Angel groups follow several stages of review in order to make funding decisions. Below is a listing of these steps. It is important to recognize that groups may conduct these steps in a different order than is presented here.

  • Application Check with the angel groups Web site to determine what documents are required initially. Many groups want the executive summary of your business plan, while others have an application form.
  • Pre-Screening When the angel group receives a completed application, staff or a committee of members reviews it quickly to determine if it meets the groups general requirements. The pre-screening will eliminate applications that are incomplete, don’t meet the organization’s minimum requirements, or does not comply with the investing preferences of the organization. Expect one or two weeks for the pre-screening process.
  • Screening Once an application has been accepted for review, a group of staff and angels review and further define the opportunity. If the entrepreneur passes muster at this stage, the organization may select a “champion” for the opportunity and create a due diligence committee. The angel group may ask for your full business plan in this stage and some groups hold meetings with the entrepreneur during this stage. In general, about 10 to 25 percent of all entrepreneurs who apply reach this stage. Screening is usually completed within another one to three weeks.
  • Investment Meeting The entrepreneur is invited to make his or her pitch at a meeting of all members of the angel organization. A question-and-answer session follows the founder’s presentation. Members discuss key issues about the company and determine initial interest in making individual or group investments after the entrepreneur leaves the meeting. Such investment meetings are usually held every month or two.
  • Due Diligence A team of members interested in investing and specialists with knowledge of the industry under consideration conduct a thorough check on you and your business. The objective is to validate the business plan, including the management team, market opportunity and amount of funding required, and to negotiate a term sheet, thus placing a value on the investment. A further cut is made: 25 to 50 percent of the companies that reach this stage are actually funded, and the process can continue for two weeks to several months.
  • Term Sheet If the group chooses to invest in your company, they will negotiate with you a term sheet, a document that guides lawyers in preparing investment agreements and which determines the relationship between the company and investors. Sometimes angel groups will begin term sheet negotiation during Due Diligence. For more information on standard term sheets, other investment documents, and issues to consider, click here or visit the Books page on this website.

Sophisticated angels, working with their attorneys, use a series of legal agreements to govern their relationships with the companies they invest in.  A starting point is the model legal documents developed for the National Venture Capital Association by a committee of attorneys across the country.  For those looking for simpler documents, see the Angel Term Sheet developed by the Alliance of Angels.  Other standard documents are included in this article.

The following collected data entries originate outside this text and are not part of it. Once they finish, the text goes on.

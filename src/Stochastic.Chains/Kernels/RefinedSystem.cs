namespace Stochastic.Chains.Kernels;

/// <summary>
/// Iterative refinement of means and probabilities of first passage, with residuals in double-double, and the componentwise bound that
/// the positive inverse of the system gives.
/// </summary>
/// <remarks>
/// The equations are Σ_j p_ij (h_i − h_j) = c_i over some states, with h given elsewhere: A h = c plus what is given. Let z approximate h and
/// |c_i − Σ_j p_ij (z_i − z_j)| be at most R_i, the rounding of computing it included. A⁻¹ is non-negative, so |z − h| ≤ A⁻¹ R. Where every
/// c_i is positive and h is zero elsewhere, R ≤ ρ c gives |z − h| ≤ ρ A⁻¹ c = ρ h at once. Where that is not enough (a fast state beside
/// slow ones), A⁻¹ R is one substitution with the factors, free of subtraction; its own relative error β makes it at most 1 / (1 − β)
/// larger. The answer is z rounded to doubles. All numbers are scaled by a power of two, up to where underflow is out of reach.
/// Refinement contracts while κ u is small, κ being about the expected number of jumps; the bound does not depend on that.
/// </remarks>
internal static class RefinedSystem
{
    private const int ScaledExponent = 900;
    private const double EnoughByRatio = Refinement.UnitRoundoff / 16;
    private const double SmallestBound = 2.409919865102884e-181;

    /// <summary>
    /// Refines a solution in place and returns a bound on the relative error of each of its entries; +∞ when it was left as it is because
    /// refinement does not contract or a number left the range.
    /// </summary>
    /// <param name="rows">The rates of the whole chain.</param>
    /// <param name="states">The states of the system, in the order of the factors.</param>
    /// <param name="given">The right-hand side c, in that order; not negative.</param>
    /// <param name="values">The solution by state of the chain, with the given values at all other states.</param>
    /// <param name="factors">The factors of the system.</param>
    /// <param name="solveError">A bound below 1 on the relative error of solving with a non-negative right-hand side.</param>
    /// <param name="cancellation">Looked at in each step.</param>
    internal static double Refine<TRows, TFactors>(
        TRows rows, ReadOnlySpan<int> states, ReadOnlySpan<double> given, Span<double> values, TFactors factors, double solveError,
        CancellationToken cancellation)
        where TRows : struct, IRateRows
        where TFactors : IFactors
    {
        var scale = ScaledExponent - Math.ILogB(Largest(values));
        var highs = Scaled(values, scale);
        var rightHandSide = Scaled(given, scale);
        if (!IsExact(highs) || !IsExact(rightHandSide))
        {
            return double.PositiveInfinity;
        }

        int[] order = [.. states];
        var refinement = new Refinement(order, highs);
        var isTimes = given.IndexOf(0.0) < 0 && IsZeroElsewhere(states, values);
        Func<double[], bool> solve = numbers => factors.SolveRight(numbers);
        Func<double> findError = () => LargestError(order, rightHandSide, isTimes, refinement, factors, solveError);
        refinement.Improve(() => FindResiduals(rows, order, rightHandSide, refinement), findError, solve, cancellation);
        if (refinement.NeedsExactResiduals)
        {
            refinement.Improve(
                () => ExactResiduals.FindDifferences(
                    rows, order, rightHandSide, highs, refinement.Lows, refinement.Residuals, refinement.Bounds),
                findError,
                solve,
                cancellation);
        }

        return refinement.Error < 1 ? Rounded(states, refinement, scale, values) : double.PositiveInfinity;
    }

    private static double Largest(ReadOnlySpan<double> values)
    {
        var largest = double.Epsilon;
        foreach (var value in values)
        {
            largest = Math.Max(largest, value);
        }

        return largest;
    }

    private static double[] Scaled(ReadOnlySpan<double> values, int scale)
    {
        var scaled = values.ToArray();
        for (var k = 0; k < scaled.Length; k++)
        {
            scaled[k] = Math.ScaleB(scaled[k], scale);
        }

        return scaled;
    }

    private static bool IsExact(double[] scaled) => Array.TrueForAll(scaled, value => value == 0 || double.IsNormal(value));

    private static bool IsZeroElsewhere(ReadOnlySpan<int> states, ReadOnlySpan<double> values)
    {
        var rest = values.ToArray();
        foreach (var state in states)
        {
            rest[state] = 0;
        }

        return !rest.AsSpan().ContainsAnyExcept(0.0);
    }

    /// <summary>The residuals, those that are nothing but rounding set to zero, and upper bounds of their absolute values.</summary>
    private static void FindResiduals<TRows>(TRows rows, int[] states, double[] given, Refinement refinement)
        where TRows : struct, IRateRows
    {
        for (var k = 0; k < states.Length; k++)
        {
            var (residual, error) = rows.Differences(states[k], refinement.Highs, refinement.Lows).ResidualOf(given[k]);
            refinement.Residuals[k] = Math.Abs(residual) > error ? residual : 0;
            refinement.Bounds[k] = Math.Max(Upward.Add(Math.Abs(residual), error), SmallestBound);
        }
    }

    /// <summary>A bound on |z_i − h_i| / h_i over the states, with a substitution only where the ratios to the right-hand side are not enough.</summary>
    private static double LargestError<TFactors>(
        int[] states, double[] given, bool isTimes, Refinement refinement, TFactors factors, double solveError)
        where TFactors : IFactors
    {
        var bounds = refinement.Bounds;
        var ratio = isTimes ? LargestRatio(bounds, given) : double.PositiveInfinity;
        if (ratio <= EnoughByRatio || !factors.SolveRight(bounds))
        {
            return ratio;
        }

        var largest = 0.0;
        for (var k = 0; k < bounds.Length; k++)
        {
            if (refinement.Highs[states[k]] == 0)
            {
                continue; // a sum without subtraction is zero only where every term is: nothing given can be reached, and the exact entry is zero
            }

            var error = Upward.Divide(bounds[k], Upward.LowerDifference(1, solveError));
            var least = Upward.LowerDifference(refinement.Highs[states[k]] * (1 - (4 * Refinement.UnitRoundoff)), error);
            largest = least > 0 ? Math.Max(largest, Upward.Divide(error, least)) : double.PositiveInfinity;
        }

        return Math.Min(ratio, largest);
    }

    private static double LargestRatio(double[] bounds, double[] given)
    {
        var largest = 0.0;
        for (var k = 0; k < bounds.Length; k++)
        {
            largest = Math.Max(largest, Upward.Divide(bounds[k], given[k]));
        }

        return largest;
    }

    /// <summary>Writes the high parts; the bound counts the low parts that are dropped.</summary>
    private static double Rounded(ReadOnlySpan<int> states, Refinement refinement, int scale, Span<double> values)
    {
        foreach (var state in states)
        {
            if (refinement.BestHighs[state] != 0 && !double.IsNormal(Math.ScaleB(refinement.BestHighs[state], -scale)))
            {
                return double.PositiveInfinity;
            }
        }

        foreach (var state in states)
        {
            values[state] = Math.ScaleB(refinement.BestHighs[state], -scale);
        }

        return Upward.Add(
            refinement.Error,
            Upward.Multiply(Refinement.UnitRoundoff * (1 + (4 * Refinement.UnitRoundoff)), Upward.Add(1, refinement.Error)));
    }
}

During the initial portions of the evaluation process, the vast majority of angel organizations will not sign non-disclosure agreements (NDAs for short). Angel groups just see too many deals, often in a similar space. When submitting executive summaries and even business plans, the entrepreneur needs to explain the business so that the potential investors can understand the company’s opportunity for success, but don’t learn about any confidential issues. If you have intellectual property that has not been patented, it is best not to disclose it to the angel group when you are first submitting your company for investment. Remember that angel groups are most interested in the business behind the technology or idea they don’t invest in the inventions but in the business models and management teams that will grow the companies. If your company makes it through to final due diligence, the angel group may need to research intellectual property issues and then would sign non-disclosure agreements at that time.